ジョージ・ヘイマーは夜会後、早々に帰国した。
手ぶらで帰ることになる。あの家では叱責を受けるだろう。
野心家で、その野心に見合うだけの能力も容姿も、地位も財力もある。ひとえに、選んだ相手が悪かった。レシュマでなければ上手くいったことだろう。
レシュマは貴族たちから買い上げたヴァイオレットサファイアで装飾品を作らせては、私に身につけさせる。

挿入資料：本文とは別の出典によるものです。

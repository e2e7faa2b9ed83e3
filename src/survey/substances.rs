//! Which material a body is taken to be of.

use globset::{GlobBuilder, GlobMatcher};

use super::Row;
use crate::error::{Error, Kind, Result};
use crate::masses::Substance;
use crate::material::Table;

/// Rules by globs, the first match wins; what none matches is of the substance for all the rest.
#[derive(Clone, Debug, Default)]
pub struct Substances {
    rules: Vec<(GlobMatcher, Substance)>,
    /// For what no rule matches; without it such bodies get no mass.
    pub rest: Option<Substance>,
}

impl Substances {
    /// No rules, and `rest` for all.
    pub fn of_rest(rest: Option<Substance>) -> Self {
        Self {
            rules: Vec::new(),
            rest,
        }
    }

    /// Adds a rule, written `GLOB=MATERIAL`. The glob is of a body's id or name, of a file's path,
    /// or of both as `path#body`; `*` also matches `/`.
    ///
    /// # Errors
    /// `usage` for what is no rule; `unknown-name` for the material.
    pub fn assign(&mut self, rule: &str) -> Result<()> {
        let usage = |what: String| {
            Error::new(
                Kind::Usage,
                what,
                "write a glob of bodies or files and a material, such as --assign 'frame*=steel S235'",
            )
        };
        let (glob, material) = rule
            .rsplit_once('=')
            .ok_or_else(|| usage(format!("--assign: \"{rule}\" has no =")))?;
        let glob = GlobBuilder::new(glob.trim())
            .literal_separator(false)
            .build()
            .map_err(|e| usage(format!("--assign: `{glob}` is no glob: {}", e.kind())))?;
        let material = Table::standard().get(material.trim())?;
        let substance = Substance {
            name: Some(material.name.clone()),
            density: material.density,
        };
        self.rules.push((glob.compile_matcher(), substance));
        Ok(())
    }

    /// Fills the row's material, density and mass.
    pub fn weigh(&self, row: &mut Row) {
        (
            row.material,
            row.density_kg_m3,
            row.mass_kg,
            row.mass_standard_kg,
        ) = Default::default();
        if row.body.is_none() {
            return;
        }
        let place = row.place();
        let words = [&row.body, &row.name, &row.path];
        let words = || words.into_iter().flatten().chain([&place]);
        let rule = self
            .rules
            .iter()
            .find(|(g, _)| words().any(|w| g.is_match(w)));
        let Some(of) = rule.map(|r| &r.1).or(self.rest.as_ref()) else {
            return;
        };
        row.material.clone_from(&of.name);
        row.density_kg_m3 = Some(of.density.value);
        row.mass_kg = row.volume_m3.map(|v| v * of.density.value);
        row.mass_standard_kg = row
            .volume_m3
            .zip(of.density.tolerance)
            .map(|(v, t)| v * t.standard());
    }
}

私には過ぎたる物なのだが、レシュマが身につけろというので仕方なく。それに、私がレシュマの物だと主張できるのは、純粋に嬉しい。
ストーン公爵家からは正式な謝罪と謝礼がなされ、それはすべて私の個人資産となった。おかげでヒスイとアクアマリンの支払いを済ますことができた。……両親は酷く残念がっていたが。

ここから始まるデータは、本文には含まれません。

#[test]
fn syntax() {
    let errors = bench().faults("[assembly]\nunit = \"mm\"\n[[item]]\nname = \nmass = 3\n");
    let found: Vec<_> = errors.iter().map(|e| (e.line.unwrap(), e.kind)).collect();
    assert_eq!(
        found,
        [(4, Kind::UnknownFormat), (5, Kind::Unit)],
        "{errors:#?}"
    );
    let bench = bench();
    bench.put("it.json", "{\n \"assembly\": {\n  \"unit\": mm }\n}");
    let errors = bench.load("it.json").unwrap_err();
    assert_eq!(
        (errors[0].kind, errors[0].line),
        (Kind::UnknownFormat, Some(3))
    );
    bench.put(
        "it.json",
        "{\"assembly\": {\"unit\": \"mm\"},\n \"assembly\": 1}",
    );
    let errors = bench.load("it.json").unwrap_err();
    assert_eq!(
        (errors[0].kind, errors[0].line),
        (Kind::UnknownFormat, Some(2))
    );
    bench.put(
        "it.json",
        "{\"assembly\":\n {\"unit\": \"mm\",\n \"nam\": \"x\"}}",
    );
    let errors = bench.load("it.json").unwrap_err();
    assert_eq!(
        (errors[0].kind, errors[0].line),
        (Kind::UnknownKey, Some(3))
    );
    for text in [
        "[1]",
        "{",
        "{\"a\":1",
        &"[".repeat(5000),
        &format!("{{\"a\":{}", "[".repeat(5000)),
    ] {
        bench.put("deep.json", text);
        bench.put("deep.toml", &format!("a = {text}"));
        assert!(bench.load("deep.json").is_err());
        assert!(bench.load("deep.toml").is_err());
    }
    std::fs::write(bench.dir.path().join("bytes.toml"), b"[assembly]\n\xff\xfe").unwrap();
    let errors = bench.load("bytes.toml").unwrap_err();
    assert_eq!(
        (errors[0].kind, errors[0].line),
        (Kind::UnknownFormat, Some(2))
    );
    let errors = bench.load("none.toml").unwrap_err();
    assert_eq!(errors[0].kind, Kind::NotFound);
}

#[test]
fn includes() {
    let bench = bench();
    let head = "[assembly]\nunit = \"mm\"\n";
    bench.put(
        "a.toml",
        &format!("{head}[[group]]\ninclude = \"sub/b.toml\"\n"),
    );
    bench.put(
        "sub/b.toml",
        &format!("{head}[[group]]\ninclude = \"../a.toml\"\n"),
    );
    let errors = bench.load("a.toml").unwrap_err();
    assert_eq!(
        (errors[0].kind, errors[0].line),
        (Kind::Cycle, Some(4)),
        "{errors:#?}"
    );
    assert!(
        errors[0].message.contains("a.toml → b.toml → a.toml"),
        "{errors:#?}"
    );
    assert!(errors[0].path.as_ref().unwrap().ends_with("sub/b.toml"));
    bench.put(
        "c.toml",
        &format!("{head}[[group]]\ninclude = \"d.toml\"\n"),
    );
    let errors = bench.load("c.toml").unwrap_err();
    assert_eq!((errors[0].kind, errors[0].line), (Kind::NotFound, Some(4)));
    assert!(errors[0].advice.contains("a.toml"));
    // Faults of both files together: the outer's first, then the inner's by line.
    bench.put(
        "e.toml",
        &format!("{head}x = 1\n[[group]]\ninclude = \"f.toml\"\n"),
    );
    bench.put("f.toml", "[[item]]\nname = \"i\"\nmass = 1\n");
    let errors = bench.load("e.toml").unwrap_err();
    let lines: Vec<_> = errors.iter().map(|e| e.line.unwrap()).collect();
    assert_eq!(lines, [3, 1, 3], "{errors:#?}");
    // Thirty-two files deep is read, one more is not.
    let chain = |n: usize| {
        for k in 0..n {
            let text = format!(
                "{head}[[group]]\nname = \"g\"\ninclude = \"n{}.toml\"\n",
                k + 1
            );
            bench.put(&format!("n{k}.toml"), &text);
        }
        bench.put(&format!("n{n}.toml"), &format!("{head}{ITEM}"));
        bench.load("n0.toml")
    };
    assert!(chain(DEEPEST).is_ok());
    let errors = chain(DEEPEST + 1).unwrap_err();
    assert_eq!(
        (errors[0].kind, errors.len()),
        (Kind::Cycle, 1),
        "{errors:#?}"
    );
    // Each includes the next twice: two to the thirtieth, and refused before memory is taken.
    for k in 0..30 {
        let group = |n: &str| format!("[[group]]\nname = \"{n}\"\ninclude = \"m{}.toml\"\n", k + 1);
        bench.put(
            &format!("m{k}.toml"),
            &format!("{head}{}{}", group("a"), group("b")),
        );
    }
    bench.put("m30.toml", &format!("{head}{ITEM}"));
    let errors = bench.load("m0.toml").unwrap_err();
    assert_eq!((errors[0].kind, errors.len()), (Kind::TooLarge, 1));
    let nest = "[[group]]\nname = \"g\"\ncount = 1000\n[[group.group]]\nname = \"h\"\ncount = 1000\n\
                [[group.group.item]]\nname = \"i\"\nmass = \"1 g\"\n";
    bench.put("o.toml", &format!("{head}{nest}"));
    assert_eq!(bench.load("o.toml").unwrap_err()[0].kind, Kind::TooLarge);
}

#[test]
fn open_bodies_and_broken_meshes() {
    let mut open = block("frame", [0.0; 3], [1.0; 3]);
    open.refused = true;
    let mut bench = Bench::new().mesh("rover.obj", vec![open, block("lid", [0.0; 3], [1.0; 3])]);
    let lid = PART.replace("frame", "lid").replace("\"f\"", "\"l\"");
    let (b, _) = bench.of(&format!(
        "[assembly]\nunit = \"mm\"\n{PART}{lid}[[limit]]\nmass = {{ to = \"1 t\" }}\n"
    ));
    assert_eq!(b.exit(), 2);
    let error = b.error.unwrap();
    assert_eq!((error.kind, error.line), (Kind::NotClosed, Some(5)));
    assert!(error.message.contains("4 open edges"));
    // The lid still gets its answer; nothing is said of the whole.
    assert_eq!(b.parts.len(), 1);
    assert_eq!(
        (b.parts[0].share_of_mass, b.total, b.limits.len()),
        (None, None, 0)
    );
    let mut bench = Bench::new();
    bench.put("rover.obj", "");
    let errors = bench.faults(&format!("[assembly]\nunit = \"mm\"\n{PART}{lid}"));
    assert_eq!((errors[0].kind, errors.len()), (Kind::Truncated, 1));
}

ジョナサンが家内を完全に掌握しているようで、安心した。
あのような騒ぎを起こしたことを、閣下とグリエルマ様には叱られたが、二人とも本気で怒っているのではないようだった。
レシュマは真剣に謝罪していた。その表情は前より少し大人びていた。
家族の中でどのようなやりとりがあったのかは分からないが、どのような失敗も受け入れてくれるだろう閣下とグリエルマ様の、レシュマへの愛情を感じて私も嬉しくなる。彼女は愛されるべき人だ。
呼び出された王城で、私は第二王子とストーン公爵家のゴードン公子と顔を合わせている。
「直接会って礼をしたかったのでね、このような機会を設けられて感謝している」
招待状は第二王子から。閣下を通して渡された。
ジョージ・ヘイマーの生家がメレディス王家を凌ぐ力をつけてきていることを、王家も懸念していたという。レシュマとの婚姻を望んだのも、その布石である可能性が高かった。
隣国の政争に巻き込まれるわけにはいかない。とはいえ、正式な要請でもって入国したジョージ・ヘイマーを拒絶する理由もない。
「レシュマが狙われることは分かっていた。とは言え、ジョージ・ヘイマーを選ぶことはないと思っていた。……が、手段を選ばずに関係でも持たれたら困る。取り急ぎ誰かと婚約を結ばせようとしたのだが、思った以上に難航した。そこに現れたのがそなただ」
にやりと笑い、紅茶を口に運ぶ殿下を、少し複雑な気持ちで見てしまう。
「悪い意味でなく、そなたは申し分ない。アトリントン家はどこの派閥にも属しておらず、家格は伯爵位。問題も起こさず、国内で力をつけてきているサザートン商会の会長の子息と学院時代に級友であり、現在も懇意にしている。イアン公子の計画についても正しい手順を踏んでくれた」
「その件は本当に感謝している。貴兄の口添えがなければ頭の固い父は己を恥じて爵位を返上したに違いない」
「それは王家として困る。公爵家の弱みは握りたいがね」
茶化した殿下の言葉にゴードン公子が苦笑いする。
「私は、レシュマの身を案じただけですので」
新たな恨みを買いたくなかっただけだ。
私が守れないところで彼女が傷つけられるのが許せなかっただけで。
だが、私が思うよりも彼女は大人なのだと今回のことを通して知った。
「それでいい」
言ってから、言葉足らずだと感じたのか、殿下は話を続ける。
「そなたは正しく要点を押さえている。我らなどは小賢しくも余計な策を捏ねるものだから事態が複雑化する。ストーン公爵のような実直な相手にそのようなことをすれば関係は終わりだというのにね」
「有能さが争いのためだけに使われるのであれば、それは災いの種にしかならぬものだ、アトリントン卿」
ゴードン公子はヘイマーのことを言っているのだろう。
父である公爵よりは濁を受け入れる度量があるように思う。
「それにしても」
殿下はまじまじと私を見つめる。
「あのワガママなだけと思ったレシュマに、男を見る目があったとは」
「昨今は男女共に容色ばかりに目がいっておりましたからね」
これは、お褒めいただいている……のだろう、多分。
「……お褒めの言葉、ありがたく頂戴します」
二人は苦笑する。
「その様子だと先日の夜会がどのように噂されているのか知らぬようだな?」
「噂、ですか?」
「全てを持つ令嬢が求めたのは虚飾ではなく、真実の愛、だそうだ」
真実の愛や運命の愛だなどと、高尚なもののようにいわれるのはどうも落ち着かない。
「風向きが変わってきたんだよ」
ゴードン公子がいうには、これまでは容姿の優れた者が令嬢にもてたと。それは私も知っている。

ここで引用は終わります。